# Cache Judiciously and use Checkpointing

Just because you can cache an **RDD**, a **DataFrame**, or a **Dataset** in memory doesn’t mean you should blindly do so. Depending on how many times the dataset is accessed and the amount of work involved in doing so, recomputation can be faster than the price paid by the increased memory pressure. If the data pipeline is long, so we have to apply several transformations on a huge dataset without allocating an expensive cluster, a **checkpoint** could be your best friend.
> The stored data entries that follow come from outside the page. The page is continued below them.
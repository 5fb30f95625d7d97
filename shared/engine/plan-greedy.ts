/**
 * Greedy planner: the best single starter from the ergodic fundamental matrix (identity 3),
 * then repeatedly the person of largest marginal gain h_j c_j / N_jj (identity 2), with the
 * Schur-complement downdate of identity 1 after each choice. Cost O(n^3 + k n^2).
 * Guarantee: within 1 - 1/e of the best improvement over the first starter (Nemhauser,
 * Wolsey & Fisher, "An analysis of approximations for maximizing submodular set functions", 1978).
 * Tie-break: engine.md (smaller total; within 1e-12 relative, earlier person).
 */
import type { AbsorbingState } from './dense-state';
import { initialState, recordBound, type PlanContext } from './plan-context';

/**
 * Extends `state` greedily until it holds k starters; records an identity-6 bound at every step.
 * With `cutoff` (an unscaled total), stops and returns null as soon as the identity-6 bound
 * proves that no k-set containing the current set can beat it (used to prune widened seeds).
 */
export function extendGreedy(ctx: PlanContext, state: AbsorbingState, k: number, record?: true): AbsorbingState;
export function extendGreedy(ctx: PlanContext, state: AbsorbingState, k: number, record: false, cutoff?: number): AbsorbingState | null;
export function extendGreedy(ctx: PlanContext, state: AbsorbingState, k: number, record = true, cutoff?: number): AbsorbingState | null {
  const onProgress = ctx.options.onProgress;
  while (state.starters.length < k) {
    if (record) recordBound(ctx, state);
    if (cutoff !== undefined) {
      const lb = state.rawTotal - state.topGains(ctx.allowed, k - state.starters.length);
      if (lb >= cutoff * (1 - 1e-12)) return null;
    }
    const j = state.bestCandidate(ctx.allowed);
    if (j < 0) break;
    state.add(j);
    onProgress?.({ stage: 'greedy', done: state.starters.length, of: k });
  }
  if (record) recordBound(ctx, state);
  return state;
}

export function greedyState(ctx: PlanContext): AbsorbingState {
  return extendGreedy(ctx, initialState(ctx), ctx.k);
}
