/**
 * Roots of the branch and bound (plan-exhaustive.ts): the pieces every k-set falls into once,
 * each with a proven bound on the sets below it. O(n^2 log n) with ergodic data, else O(roots n).
 */
import { firstStarterBounds } from './plan-bounds';
import type { PlanContext } from './plan-context';

/** The sets `set` ∪ B with B a subset of `cand` of the remaining size. */
export interface Root {
  readonly set: number[];
  readonly cand: Int32Array;
  /** Proven bound (raw) on every set below this root. */
  readonly bound: number;
}

/**
 * Root nodes. One closed class holding everybody (ergodic data with pi > 0 everywhere) and no
 * required people: every first starter a, ordered by its single total, with the later people as
 * candidates; its bound comes from all pair totals (identity 4, bound 2 with S = {}). Otherwise:
 * the required people plus one representative per open closed group (its earliest member in
 * the set), with the later members of each group and everyone else as candidates.
 */
export function buildRoots(ctx: PlanContext, k: number): Root[] {
  const { n, allowed } = ctx;
  const isMust = new Uint8Array(n);
  for (const p of ctx.mustInclude) isMust[p] = 1;
  const first = ctx.mustInclude.length === 0 ? firstStarterBounds(ctx, k) : null;
  if (first) {
    return first.order.map((a, p) => ({ set: [a], cand: Int32Array.from(first.order.slice(p + 1)), bound: first.bound[p] }));
  }
  const openClasses = ctx.classes.closedClasses.filter((c) => !c.some((p) => isMust[p]));
  const classOf = new Int32Array(n).fill(-1);
  openClasses.forEach((c, q) => c.forEach((p) => (classOf[p] = q)));
  const out: Root[] = [];
  const choices = openClasses.map((c) => c.filter((p) => allowed[p]));
  const cur: number[] = [];
  const rec = (q: number) => {
    if (q === choices.length) {
      const set = [...ctx.mustInclude, ...cur];
      const inSet = new Set(set);
      const cand: number[] = [];
      for (let x = 0; x < n; x++) {
        if (inSet.has(x) || !allowed[x]) continue;
        const c = classOf[x];
        if (c >= 0 && x < cur[c]) continue;
        cand.push(x);
      }
      out.push({ set, cand: Int32Array.from(cand), bound: -Infinity });
      return;
    }
    for (const p of choices[q]) {
      cur.push(p);
      rec(q + 1);
      cur.pop();
    }
  };
  rec(0);
  return out;
}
Here is an example of a query plan:

```scala
== Physical Plan ==
TakeOrderedAndProject(limit=1001, 
orderBy=[avg(arrdelay)#304 DESC NULLS LAST], 
output=[src#157,dst#149,avg(arrdelay)#314])
+- *(2) HashAggregate(keys=[destination#157, arrdelay#149],
       functions=[avg(arrdelay#152)],
       output=[destination#157, avg(arrdelay)#304])
+- Exchange hashpartitioning(destination#157, 200)
+- *(1) HashAggregate(keys=[destination#157],
              functions=[partial_avg(arrdelay#152)],  
              output=[destination#157, sum#321, count#322L])
+- *(1) Project[arrdelay#152, destination#157]
+- *(1) Filter (isnotnull(arrdelay#152) && (arrdelay#152 > 1.0))
+- *(1) FileScan parquet default.flights[arrdelay#152,destination#157] 
Batched: true, 
Format: Parquet, 
Location: PrunedInMemoryFileIndex[dbfs:/data/vehicles/destination=BOS], 
PartitionCount: 1, 
PartitionFilters: [isnotnull(destination#157), (destination#157 = BOS)], 
PushedFilters: [IsNotNull(arrdelay), GreaterThan(arrdelay,1.0)],
ReadSchema: struct<destination:string,arrdelay>
```

`Exchange` means a shuffle occurred between stages, while `HashAggregate` means an aggregation occurred. If the query contains a **join** operator, you could see `ShuffleHashJoin`, `BroadcastHashJoin` (If one of the datasets is small enough to fit in memory), or `SortMergeJoin` (inner joins). **Checkpoint** saves the data on disk truncating the query plan, and this is a nice feature because each time you apply a transformation or perform a query on a **Dataset**, the query plan grows. When the query plan starts to be huge, the performances decrease dramatically, generating bottlenecks. In order to avoid the **exponential growth** of query lineage, we can add **checkpoints** in some strategic points of the data pipeline. But how can we understand where to put them? A possible rule of dumb could be defining a **complexity score** as the deepness of the query plan. Each time an `Exchange`**,** `HashAggregate`**,** `ShuffleHashJoin`**,** `BroadcastHashJoin`**,** `SortMergeJoin` occurred, we add one point to the complexity score. Each time the sum of each of them is greater or equal to 9, do a checkpoint.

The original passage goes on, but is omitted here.